[Provided material — start]

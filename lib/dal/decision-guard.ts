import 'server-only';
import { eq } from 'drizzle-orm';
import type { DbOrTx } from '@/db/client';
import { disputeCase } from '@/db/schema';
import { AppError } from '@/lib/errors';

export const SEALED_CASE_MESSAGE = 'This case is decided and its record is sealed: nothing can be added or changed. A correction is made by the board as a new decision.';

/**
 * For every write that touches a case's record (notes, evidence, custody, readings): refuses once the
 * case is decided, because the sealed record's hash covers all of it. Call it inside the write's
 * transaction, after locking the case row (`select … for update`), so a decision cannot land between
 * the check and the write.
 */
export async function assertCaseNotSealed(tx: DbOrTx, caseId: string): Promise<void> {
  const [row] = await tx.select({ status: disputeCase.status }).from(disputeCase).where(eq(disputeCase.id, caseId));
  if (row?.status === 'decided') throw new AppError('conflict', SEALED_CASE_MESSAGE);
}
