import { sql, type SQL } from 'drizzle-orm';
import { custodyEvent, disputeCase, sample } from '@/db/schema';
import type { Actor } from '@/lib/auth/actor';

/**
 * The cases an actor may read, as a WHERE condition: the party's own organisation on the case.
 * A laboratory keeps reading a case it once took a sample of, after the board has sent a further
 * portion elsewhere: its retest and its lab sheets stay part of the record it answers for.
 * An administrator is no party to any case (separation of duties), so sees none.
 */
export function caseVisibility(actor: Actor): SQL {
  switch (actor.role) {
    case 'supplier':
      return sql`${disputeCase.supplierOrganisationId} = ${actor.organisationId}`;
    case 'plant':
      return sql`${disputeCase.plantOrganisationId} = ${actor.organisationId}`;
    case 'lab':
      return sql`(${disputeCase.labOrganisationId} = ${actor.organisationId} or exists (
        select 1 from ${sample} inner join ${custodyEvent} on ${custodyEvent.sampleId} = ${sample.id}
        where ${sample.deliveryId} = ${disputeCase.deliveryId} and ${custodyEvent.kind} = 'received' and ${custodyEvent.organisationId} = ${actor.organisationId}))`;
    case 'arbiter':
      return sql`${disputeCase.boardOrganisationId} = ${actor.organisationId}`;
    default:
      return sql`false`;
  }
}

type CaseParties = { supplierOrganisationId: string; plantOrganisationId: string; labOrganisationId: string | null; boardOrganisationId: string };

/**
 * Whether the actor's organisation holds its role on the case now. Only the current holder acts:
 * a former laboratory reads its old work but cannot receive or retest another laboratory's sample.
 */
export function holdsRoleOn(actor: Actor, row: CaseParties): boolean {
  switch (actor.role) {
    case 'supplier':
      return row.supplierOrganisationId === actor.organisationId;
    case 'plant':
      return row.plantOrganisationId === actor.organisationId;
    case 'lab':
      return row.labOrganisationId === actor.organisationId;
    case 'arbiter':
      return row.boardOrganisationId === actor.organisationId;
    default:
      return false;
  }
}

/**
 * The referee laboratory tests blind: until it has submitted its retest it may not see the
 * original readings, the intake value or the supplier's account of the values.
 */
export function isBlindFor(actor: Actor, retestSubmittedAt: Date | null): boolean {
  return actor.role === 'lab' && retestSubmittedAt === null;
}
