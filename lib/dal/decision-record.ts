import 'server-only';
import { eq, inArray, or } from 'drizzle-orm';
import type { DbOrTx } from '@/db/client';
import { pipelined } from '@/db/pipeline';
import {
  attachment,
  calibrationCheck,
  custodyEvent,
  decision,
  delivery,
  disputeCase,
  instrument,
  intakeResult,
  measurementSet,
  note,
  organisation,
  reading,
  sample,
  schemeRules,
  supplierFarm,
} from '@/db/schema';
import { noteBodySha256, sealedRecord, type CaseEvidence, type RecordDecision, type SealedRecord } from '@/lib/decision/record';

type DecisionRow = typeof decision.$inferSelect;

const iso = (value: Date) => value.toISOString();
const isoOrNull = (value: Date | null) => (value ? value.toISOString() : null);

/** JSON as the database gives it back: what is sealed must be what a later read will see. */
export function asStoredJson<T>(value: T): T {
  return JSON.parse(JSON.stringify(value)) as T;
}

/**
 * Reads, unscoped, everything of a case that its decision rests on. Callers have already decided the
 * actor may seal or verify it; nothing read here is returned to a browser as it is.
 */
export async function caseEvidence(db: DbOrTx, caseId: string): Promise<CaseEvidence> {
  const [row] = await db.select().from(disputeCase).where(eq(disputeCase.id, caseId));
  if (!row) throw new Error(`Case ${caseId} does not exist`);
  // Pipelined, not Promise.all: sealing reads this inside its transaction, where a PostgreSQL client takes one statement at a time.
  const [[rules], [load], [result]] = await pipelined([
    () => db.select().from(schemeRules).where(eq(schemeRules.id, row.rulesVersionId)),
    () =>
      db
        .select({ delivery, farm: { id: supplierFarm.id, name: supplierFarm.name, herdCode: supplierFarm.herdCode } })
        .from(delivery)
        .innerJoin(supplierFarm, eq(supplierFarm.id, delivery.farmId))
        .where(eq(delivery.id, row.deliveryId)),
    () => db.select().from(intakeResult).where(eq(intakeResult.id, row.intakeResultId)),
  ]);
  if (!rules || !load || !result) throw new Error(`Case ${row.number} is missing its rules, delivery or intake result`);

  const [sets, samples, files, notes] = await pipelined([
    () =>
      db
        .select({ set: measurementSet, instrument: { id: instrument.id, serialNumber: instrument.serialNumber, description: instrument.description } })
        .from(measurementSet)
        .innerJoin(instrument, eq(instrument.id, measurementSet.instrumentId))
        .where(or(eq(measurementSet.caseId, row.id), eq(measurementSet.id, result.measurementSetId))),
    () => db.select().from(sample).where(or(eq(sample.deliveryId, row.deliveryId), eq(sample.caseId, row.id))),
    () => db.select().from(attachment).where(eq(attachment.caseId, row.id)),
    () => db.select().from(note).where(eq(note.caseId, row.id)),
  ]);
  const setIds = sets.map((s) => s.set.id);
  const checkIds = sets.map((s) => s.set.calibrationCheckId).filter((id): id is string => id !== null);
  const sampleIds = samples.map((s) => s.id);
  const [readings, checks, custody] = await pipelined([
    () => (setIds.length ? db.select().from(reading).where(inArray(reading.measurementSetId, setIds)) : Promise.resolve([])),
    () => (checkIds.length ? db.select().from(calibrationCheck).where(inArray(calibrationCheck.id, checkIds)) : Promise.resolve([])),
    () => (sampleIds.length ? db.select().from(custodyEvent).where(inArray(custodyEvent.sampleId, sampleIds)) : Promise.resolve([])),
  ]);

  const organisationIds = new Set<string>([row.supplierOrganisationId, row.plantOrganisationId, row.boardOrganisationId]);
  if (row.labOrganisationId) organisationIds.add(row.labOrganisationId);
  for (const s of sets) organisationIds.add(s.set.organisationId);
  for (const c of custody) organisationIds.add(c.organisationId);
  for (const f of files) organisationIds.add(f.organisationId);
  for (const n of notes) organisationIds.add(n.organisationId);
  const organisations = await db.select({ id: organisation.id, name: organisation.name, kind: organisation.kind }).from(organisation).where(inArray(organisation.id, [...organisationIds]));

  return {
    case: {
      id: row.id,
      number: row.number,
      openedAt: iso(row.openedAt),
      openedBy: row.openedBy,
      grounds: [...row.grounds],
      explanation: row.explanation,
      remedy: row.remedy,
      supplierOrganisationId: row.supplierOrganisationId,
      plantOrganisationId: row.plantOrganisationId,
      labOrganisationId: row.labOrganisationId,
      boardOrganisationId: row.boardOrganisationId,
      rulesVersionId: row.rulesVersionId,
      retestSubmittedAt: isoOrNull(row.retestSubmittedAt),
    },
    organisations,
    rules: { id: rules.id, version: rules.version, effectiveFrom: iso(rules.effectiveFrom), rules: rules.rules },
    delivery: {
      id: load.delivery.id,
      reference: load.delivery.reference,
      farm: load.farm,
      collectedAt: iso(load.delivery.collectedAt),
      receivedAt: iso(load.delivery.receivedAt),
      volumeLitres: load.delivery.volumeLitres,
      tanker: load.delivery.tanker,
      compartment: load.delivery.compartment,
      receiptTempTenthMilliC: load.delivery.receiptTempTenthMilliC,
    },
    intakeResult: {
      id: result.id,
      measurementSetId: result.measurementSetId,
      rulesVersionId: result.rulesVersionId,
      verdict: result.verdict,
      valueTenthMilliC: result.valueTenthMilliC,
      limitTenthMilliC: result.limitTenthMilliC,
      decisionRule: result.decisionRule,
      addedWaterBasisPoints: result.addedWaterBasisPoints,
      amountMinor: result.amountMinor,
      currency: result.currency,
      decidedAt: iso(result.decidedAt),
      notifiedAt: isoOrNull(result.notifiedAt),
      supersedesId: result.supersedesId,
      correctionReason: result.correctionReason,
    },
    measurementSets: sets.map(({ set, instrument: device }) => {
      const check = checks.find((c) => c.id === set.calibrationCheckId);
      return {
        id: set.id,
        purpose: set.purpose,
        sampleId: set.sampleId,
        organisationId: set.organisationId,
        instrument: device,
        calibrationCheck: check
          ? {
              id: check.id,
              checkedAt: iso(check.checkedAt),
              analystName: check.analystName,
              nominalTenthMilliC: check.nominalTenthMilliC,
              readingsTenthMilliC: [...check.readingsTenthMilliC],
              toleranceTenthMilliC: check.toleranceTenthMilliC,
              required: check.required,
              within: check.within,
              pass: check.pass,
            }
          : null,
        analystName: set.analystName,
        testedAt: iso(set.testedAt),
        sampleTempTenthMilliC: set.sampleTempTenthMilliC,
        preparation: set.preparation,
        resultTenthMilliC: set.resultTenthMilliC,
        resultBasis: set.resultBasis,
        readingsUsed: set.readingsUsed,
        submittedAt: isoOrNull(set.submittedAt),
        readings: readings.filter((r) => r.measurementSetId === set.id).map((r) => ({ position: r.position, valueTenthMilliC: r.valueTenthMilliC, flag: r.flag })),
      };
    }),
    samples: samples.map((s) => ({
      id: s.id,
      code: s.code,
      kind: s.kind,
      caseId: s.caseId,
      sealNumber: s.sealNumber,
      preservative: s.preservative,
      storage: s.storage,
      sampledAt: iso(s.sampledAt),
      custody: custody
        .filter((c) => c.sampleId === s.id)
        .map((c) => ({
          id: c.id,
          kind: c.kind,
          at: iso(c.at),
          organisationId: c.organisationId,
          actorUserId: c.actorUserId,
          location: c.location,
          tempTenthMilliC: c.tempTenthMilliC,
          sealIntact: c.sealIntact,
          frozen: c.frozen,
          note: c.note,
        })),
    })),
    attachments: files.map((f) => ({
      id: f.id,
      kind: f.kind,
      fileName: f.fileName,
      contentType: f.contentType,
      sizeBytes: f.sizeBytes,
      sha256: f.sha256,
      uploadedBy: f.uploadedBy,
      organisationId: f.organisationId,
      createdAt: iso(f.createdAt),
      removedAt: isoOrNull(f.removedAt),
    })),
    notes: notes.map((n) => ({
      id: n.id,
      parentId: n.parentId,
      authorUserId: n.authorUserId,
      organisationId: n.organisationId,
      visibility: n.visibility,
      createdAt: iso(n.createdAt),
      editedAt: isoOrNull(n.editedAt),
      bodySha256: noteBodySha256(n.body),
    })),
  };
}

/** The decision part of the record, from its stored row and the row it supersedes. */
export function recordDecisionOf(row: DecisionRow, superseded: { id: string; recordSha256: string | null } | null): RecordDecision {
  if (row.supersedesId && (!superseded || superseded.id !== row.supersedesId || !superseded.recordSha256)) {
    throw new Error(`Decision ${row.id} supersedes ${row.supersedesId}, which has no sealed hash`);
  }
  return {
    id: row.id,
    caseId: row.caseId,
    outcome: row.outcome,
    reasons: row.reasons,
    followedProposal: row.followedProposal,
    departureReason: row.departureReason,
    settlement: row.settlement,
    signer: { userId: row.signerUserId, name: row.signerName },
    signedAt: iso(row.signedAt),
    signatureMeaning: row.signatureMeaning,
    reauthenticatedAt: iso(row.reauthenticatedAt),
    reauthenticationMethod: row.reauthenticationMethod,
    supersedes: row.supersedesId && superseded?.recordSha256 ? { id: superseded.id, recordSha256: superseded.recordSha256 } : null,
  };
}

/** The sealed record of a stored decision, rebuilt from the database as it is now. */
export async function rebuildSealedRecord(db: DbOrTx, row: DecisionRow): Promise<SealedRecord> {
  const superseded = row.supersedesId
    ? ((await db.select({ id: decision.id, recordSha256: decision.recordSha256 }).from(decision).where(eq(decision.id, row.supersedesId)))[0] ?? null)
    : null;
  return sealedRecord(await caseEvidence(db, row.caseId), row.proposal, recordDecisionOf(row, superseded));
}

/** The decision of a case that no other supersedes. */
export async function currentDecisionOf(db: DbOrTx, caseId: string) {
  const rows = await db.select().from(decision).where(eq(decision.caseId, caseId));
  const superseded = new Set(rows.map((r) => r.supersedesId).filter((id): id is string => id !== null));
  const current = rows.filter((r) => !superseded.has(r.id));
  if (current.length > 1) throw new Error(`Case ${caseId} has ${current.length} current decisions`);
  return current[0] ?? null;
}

[Provided material — finish]

The answer is a bare number: how many lines of the records contain the string "that"?

3